High Dimensional Data Analysis: Integrating Submodels


Ahmed S. E. , YÜZBAŞI B.

BIG AND COMPLEX DATA ANALYSIS: METHODOLOGIES AND APPLICATIONS, ss.285-304, 2017 (SCI İndekslerine Giren Dergi) identifier

  • Cilt numarası:
  • Basım Tarihi: 2017
  • Doi Numarası: 10.1007/978-3-319-41573-4_14
  • Dergi Adı: BIG AND COMPLEX DATA ANALYSIS: METHODOLOGIES AND APPLICATIONS
  • Sayfa Sayıları: ss.285-304

Özet

We consider an efficient prediction in sparse high dimensional data. In high dimensional data settings where d >> n, many penalized regularization strategies are suggested for simultaneous variable selection and estimation. However, different strategies yield a different submodel with d(i) < n, where di represents the number of predictors included in ith submodel. Some procedures may select a submodel with a larger number of predictors than others. Due to the trade-off between model complexity and model prediction accuracy, the statistical inference of model selection becomes extremely important and challenging in high dimensional data analysis.
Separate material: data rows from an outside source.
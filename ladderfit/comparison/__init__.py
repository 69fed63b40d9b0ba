"""Results side by side, and ladders resampled together."""
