import { useSuspenseQuery } from '@tanstack/react-query';
import { useParams, useSearchParams } from 'react-router-dom';
import { Page } from '#client/components/page.tsx';
import { Panel } from '#client/components/panel.tsx';
import { damQuery } from '#client/features/dams/api/dam-queries.ts';
import { drawingQuery } from '#client/features/drawings/api/drawing-queries.ts';
import { OriginalFile } from '#client/features/drawings/components/original-file.tsx';
import { TitleForm } from '#client/features/drawings/components/title-form.tsx';
import { formatFullDay } from '#client/lib/dates.ts';
import { paths } from '#client/lib/paths.ts';
import { damsText } from '#client/text/dams.ts';
import { drawingFacts, drawingName, drawingsText as text } from '#client/text/drawings.ts';
import { AppFrame } from '../app-frame.tsx';
import { useDamLive } from '../use-dam-live.ts';
import { DrawingPreparation } from './drawing-preparation.tsx';
import { PutDrawingAway } from './put-drawing-away.tsx';
import { SheetPart } from './sheet-part.tsx';

export function DrawingPage() {
  const { drawingId = '' } = useParams();
  const { data: drawing } = useSuspenseQuery(drawingQuery(drawingId));
  const { data: dam } = useSuspenseQuery(damQuery(drawing.damId));
  useDamLive(drawing.damId);
  const [search] = useSearchParams();
  const page = Number(search.get('sheet') ?? '1');
  const sheet = drawing.sheets.find((each) => each.pageNumber === page) ?? drawing.sheets[0];
  const name = drawingName(drawing);
  const can = drawing.archivedAt === null && dam.archivedAt === null ? dam.can : [];
  const trail = [
    { label: damsText.title, to: paths.dams },
    { label: dam.name, to: paths.dam(dam.id) },
    { label: name },
  ];
  return (
    <AppFrame trail={trail}>
      <Page
        title={`${name}, ${dam.name}`}
        heading={name}
        lead={`${drawingFacts(drawing)}. ${text.drawingLead(drawing.uploadedBy.name, formatFullDay(drawing.uploadedAt))}`.replace(
          /^\. /,
          '',
        )}
        action={dam.can.includes('drawing.archive') ? <PutDrawingAway drawing={drawing} name={name} /> : null}
      >
        {drawing.archivedAt === null ? null : (
          <p className="mt-0 mb-4 border-l-[3px] border-attention bg-film px-3 py-2">
            {text.drawingIsPutAway}
          </p>
        )}
        <DrawingPreparation drawing={drawing} canEdit={can.includes('drawing.edit')} />
        {sheet ? <SheetPart key={sheet.id} drawing={drawing} sheet={sheet} can={can} /> : null}
        <div className="mt-4 grid grid-cols-[minmax(0,1fr)] gap-4 lg:grid-cols-2">
          <Panel title={text.fields}>
            <TitleForm key={drawing.id} drawing={drawing} canEdit={can.includes('drawing.edit')} />
          </Panel>
          <Panel title={text.original}>
            <OriginalFile drawing={drawing} />
          </Panel>
        </div>
      </Page>
    </AppFrame>
  );
}
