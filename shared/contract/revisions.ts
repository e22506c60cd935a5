import * as z from 'zod/mini';
import { damAction } from './actions.ts';
import { openItem, openReason, stayedOpen } from './before-sending.ts';
import { id, personRef, timestamp } from './common.ts';
import { flowNetDocument } from './document.ts';
import { sheetDto } from './drawings.ts';
import { MAX_NOTE_LENGTH, MAX_OPEN_REASONS } from './limits.ts';
import { noteDto } from './notes.ts';
import { finding, netReading } from './reading.ts';

/** `GET /nets/:netId/sending`: what to know before sending for checking. */
export const sendingDto = z.object({
  reviewers: z.array(z.object({ person: personRef, email: z.string(), drew: z.boolean() })),
  /** What withholds the figures of an unfinished net; empty for one that can be sent. */
  findings: z.array(finding),
  /** What is still open on a finished net: each needs a reason if it stays. */
  open: z.array(openItem),
  /** Null when it may be sent; otherwise the sentence that says what stands in the way. */
  refusal: z.nullable(z.string()),
  nextLabel: z.string(),
});
export type SendingDto = z.infer<typeof sendingDto>;

export const sendInput = z.object({
  id,
  reviewerId: id,
  message: z.string().check(z.trim(), z.maxLength(MAX_NOTE_LENGTH)),
  /** A reason for each item that is still open; one that is open without a reason is asked for. */
  reasons: z._default(z.array(openReason).check(z.maxLength(MAX_OPEN_REASONS)), []),
  /** Newest change the sender saw; a later one by someone else is a conflict and nothing is sent. */
  changeNumber: z.number(),
});

/** Frozen content of a revision, stored as canonical JSON (RFC 8785). Shown as frozen, never recomputed. */
export const revisionPayload = z.object({
  payloadVersion: z.literal(1),
  revisionId: id,
  netId: id,
  netName: z.string(),
  label: z.string(),
  dam: z.object({ id, name: z.string(), datum: z.string() }),
  drawing: z.object({ id, number: z.string(), title: z.string(), revision: z.string(), sha256: z.string() }),
  section: z.object({ id, name: z.string(), chainage: z.string() }),
  sheet: z.object({ id, pageNumber: z.number() }),
  document: flowNetDocument,
  reading: netReading,
  engineVersion: z.string(),
  drawnBy: z.array(personRef),
  sentBy: personRef,
  /** Whom it was sent to for checking. */
  reviewer: personRef,
  sentAt: timestamp,
  message: z.string(),
  /** What was open when it was sent, with the engineer's reasons; null where nobody was asked, before that was kept. */
  stayedOpen: z.nullable(z.array(stayedOpen)),
  /** Hash of the revision before it in the same net; null for the first. */
  previousHash: z.nullable(z.string()),
});
export type RevisionPayload = z.infer<typeof revisionPayload>;

export const decisionDto = z.object({
  decision: z.enum(['accepted', 'returned']),
  decidedBy: personRef,
  note: z.string(),
  decidedAt: timestamp,
});

export const revisionSummary = z.object({
  id,
  label: z.string(),
  sentBy: personRef,
  sentAt: timestamp,
  reviewer: personRef,
  decision: z.nullable(decisionDto),
  hash: z.string(),
});
export type RevisionSummary = z.infer<typeof revisionSummary>;
export const revisionListDto = z.object({ items: z.array(revisionSummary) });

export const revisionDto = z.object({
  summary: revisionSummary,
  payload: revisionPayload,
  sheet: sheetDto,
  notes: z.array(noteDto),
  can: z.array(damAction),
  /** Null when the reader may decide; otherwise the sentence that says why not. */
  decideRefusal: z.nullable(z.string()),
});
export type RevisionDto = z.infer<typeof revisionDto>;

export const decisionInput = z.object({
  decision: z.enum(['accepted', 'returned']),
  note: z.string().check(z.trim(), z.maxLength(MAX_NOTE_LENGTH)),
});
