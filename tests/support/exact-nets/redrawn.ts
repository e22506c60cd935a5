import type { FlowNetDocument, VersionedEntity } from '#shared/contract/document.ts';
import { entityIdOf } from '#tests/support/exact-nets/exact-net-document.ts';
import { seededRandom } from '#tests/support/exact-nets/seeded-noise.ts';

function withEntities(document: FlowNetDocument, entities: VersionedEntity[]): FlowNetDocument {
  return { ...document, entities: Object.fromEntries(entities.map((entity) => [entity.id, entity])) };
}

/** The same entities under ids in another order: as if they had been drawn in that order. */
export function drawnInAnotherOrder(document: FlowNetDocument, seed: number): FlowNetDocument {
  const random = seededRandom(seed);
  const shuffled = Object.values(document.entities)
    .map((entity) => ({ entity, key: random() }))
    .sort((a, b) => a.key - b.key);
  return withEntities(
    document,
    shuffled.map(({ entity }, i) => ({ ...entity, id: entityIdOf(i + 1) })),
  );
}

/** About half of the lines drawn the other way round. */
export function someLinesReversed(document: FlowNetDocument, seed: number): FlowNetDocument {
  const random = seededRandom(seed);
  return withEntities(
    document,
    Object.values(document.entities).map((entity) =>
      entity.value.kind === 'line' && random() < 0.5
        ? { ...entity, value: { ...entity.value, points: [...entity.value.points].reverse() } }
        : entity,
    ),
  );
}

/** A vertex more in the middle of every segment. */
export function withMoreVertices(document: FlowNetDocument): FlowNetDocument {
  return withEntities(
    document,
    Object.values(document.entities).map((entity) => {
      if (entity.value.kind !== 'line') return entity;
      const points = entity.value.points.flatMap((point, i, all): Array<[number, number]> => {
        const next = all[i + 1];
        return next === undefined ? [point] : [point, [(point[0] + next[0]) / 2, (point[1] + next[1]) / 2]];
      });
      return { ...entity, value: { ...entity.value, points } };
    }),
  );
}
For this reason we suggest shrinkage and pretest strategies to improve the prediction performance of two selected submodels. Such a pretest and shrinkage strategy is constructed by shrinking an overfitted model estimator in the direction of an underfitted model estimator. The numerical studies indicate that our post-selection pretest and shrinkage strategy improved the prediction performance of selected submodels.